Task prompt: Please show all lines of the records that include "type".

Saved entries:
═══
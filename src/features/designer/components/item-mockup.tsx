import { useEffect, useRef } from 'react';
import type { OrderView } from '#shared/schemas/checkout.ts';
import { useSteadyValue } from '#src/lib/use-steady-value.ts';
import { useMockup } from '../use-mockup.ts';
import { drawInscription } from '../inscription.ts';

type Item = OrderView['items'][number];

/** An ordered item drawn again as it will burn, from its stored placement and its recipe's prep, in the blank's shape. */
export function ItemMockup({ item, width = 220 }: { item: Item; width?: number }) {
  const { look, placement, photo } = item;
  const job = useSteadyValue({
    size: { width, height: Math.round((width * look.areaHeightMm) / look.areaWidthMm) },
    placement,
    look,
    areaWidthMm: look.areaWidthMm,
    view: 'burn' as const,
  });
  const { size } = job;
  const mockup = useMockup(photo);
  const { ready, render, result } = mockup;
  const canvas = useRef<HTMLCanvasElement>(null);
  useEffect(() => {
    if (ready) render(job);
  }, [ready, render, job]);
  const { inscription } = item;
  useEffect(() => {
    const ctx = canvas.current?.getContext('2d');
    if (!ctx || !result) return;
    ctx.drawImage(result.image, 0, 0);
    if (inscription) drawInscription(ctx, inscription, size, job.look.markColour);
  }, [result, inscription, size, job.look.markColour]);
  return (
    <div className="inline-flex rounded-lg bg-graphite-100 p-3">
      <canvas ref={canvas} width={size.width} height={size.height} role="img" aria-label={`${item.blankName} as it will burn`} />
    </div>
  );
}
═══
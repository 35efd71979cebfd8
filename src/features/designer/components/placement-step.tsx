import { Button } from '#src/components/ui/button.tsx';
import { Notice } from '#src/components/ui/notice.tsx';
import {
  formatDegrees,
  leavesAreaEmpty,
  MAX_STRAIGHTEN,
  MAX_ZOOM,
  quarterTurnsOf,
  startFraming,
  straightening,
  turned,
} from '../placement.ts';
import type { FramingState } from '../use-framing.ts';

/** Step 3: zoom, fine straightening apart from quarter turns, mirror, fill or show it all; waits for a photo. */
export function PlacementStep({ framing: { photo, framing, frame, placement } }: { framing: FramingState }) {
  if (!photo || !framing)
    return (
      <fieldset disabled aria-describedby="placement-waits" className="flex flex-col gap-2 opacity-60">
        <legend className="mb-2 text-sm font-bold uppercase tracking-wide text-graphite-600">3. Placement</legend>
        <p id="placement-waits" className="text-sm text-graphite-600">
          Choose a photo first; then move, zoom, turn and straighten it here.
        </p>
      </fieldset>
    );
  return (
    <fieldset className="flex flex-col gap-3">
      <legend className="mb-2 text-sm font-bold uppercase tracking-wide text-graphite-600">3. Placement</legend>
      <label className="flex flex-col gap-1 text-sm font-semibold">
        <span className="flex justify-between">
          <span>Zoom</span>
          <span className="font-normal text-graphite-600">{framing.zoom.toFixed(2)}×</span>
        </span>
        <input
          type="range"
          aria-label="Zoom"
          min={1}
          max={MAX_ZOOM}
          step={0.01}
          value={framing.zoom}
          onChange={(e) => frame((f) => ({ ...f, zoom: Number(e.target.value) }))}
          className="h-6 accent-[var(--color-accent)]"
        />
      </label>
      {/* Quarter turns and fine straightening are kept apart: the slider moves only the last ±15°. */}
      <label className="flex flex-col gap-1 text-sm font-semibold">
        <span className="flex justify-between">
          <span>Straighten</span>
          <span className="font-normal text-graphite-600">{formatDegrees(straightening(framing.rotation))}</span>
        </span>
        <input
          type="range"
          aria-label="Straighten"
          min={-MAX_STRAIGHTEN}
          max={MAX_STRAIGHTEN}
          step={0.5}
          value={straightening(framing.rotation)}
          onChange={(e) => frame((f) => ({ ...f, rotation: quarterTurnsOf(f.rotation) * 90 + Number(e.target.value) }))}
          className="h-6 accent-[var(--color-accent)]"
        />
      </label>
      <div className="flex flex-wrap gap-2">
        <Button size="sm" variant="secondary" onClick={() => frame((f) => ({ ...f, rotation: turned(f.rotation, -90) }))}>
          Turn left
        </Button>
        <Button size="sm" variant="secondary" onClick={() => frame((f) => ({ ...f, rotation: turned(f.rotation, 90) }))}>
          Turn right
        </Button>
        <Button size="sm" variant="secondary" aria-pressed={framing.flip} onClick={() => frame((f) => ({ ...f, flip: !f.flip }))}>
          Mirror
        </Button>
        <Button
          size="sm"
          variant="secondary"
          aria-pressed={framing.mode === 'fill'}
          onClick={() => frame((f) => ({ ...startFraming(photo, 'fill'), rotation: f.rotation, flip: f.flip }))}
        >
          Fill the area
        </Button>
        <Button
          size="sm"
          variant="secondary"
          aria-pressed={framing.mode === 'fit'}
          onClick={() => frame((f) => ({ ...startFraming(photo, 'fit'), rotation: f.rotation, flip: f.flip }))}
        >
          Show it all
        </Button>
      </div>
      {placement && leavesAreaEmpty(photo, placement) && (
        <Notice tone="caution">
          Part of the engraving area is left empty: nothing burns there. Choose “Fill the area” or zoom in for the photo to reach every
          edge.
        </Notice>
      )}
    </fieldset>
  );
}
═══
Answer to the problem:
import type { OrderView } from '#shared/schemas/checkout.ts';
type Item = OrderView['items'][number];
import type { FramingState } from '../use-framing.ts';
          type="range"
          type="range"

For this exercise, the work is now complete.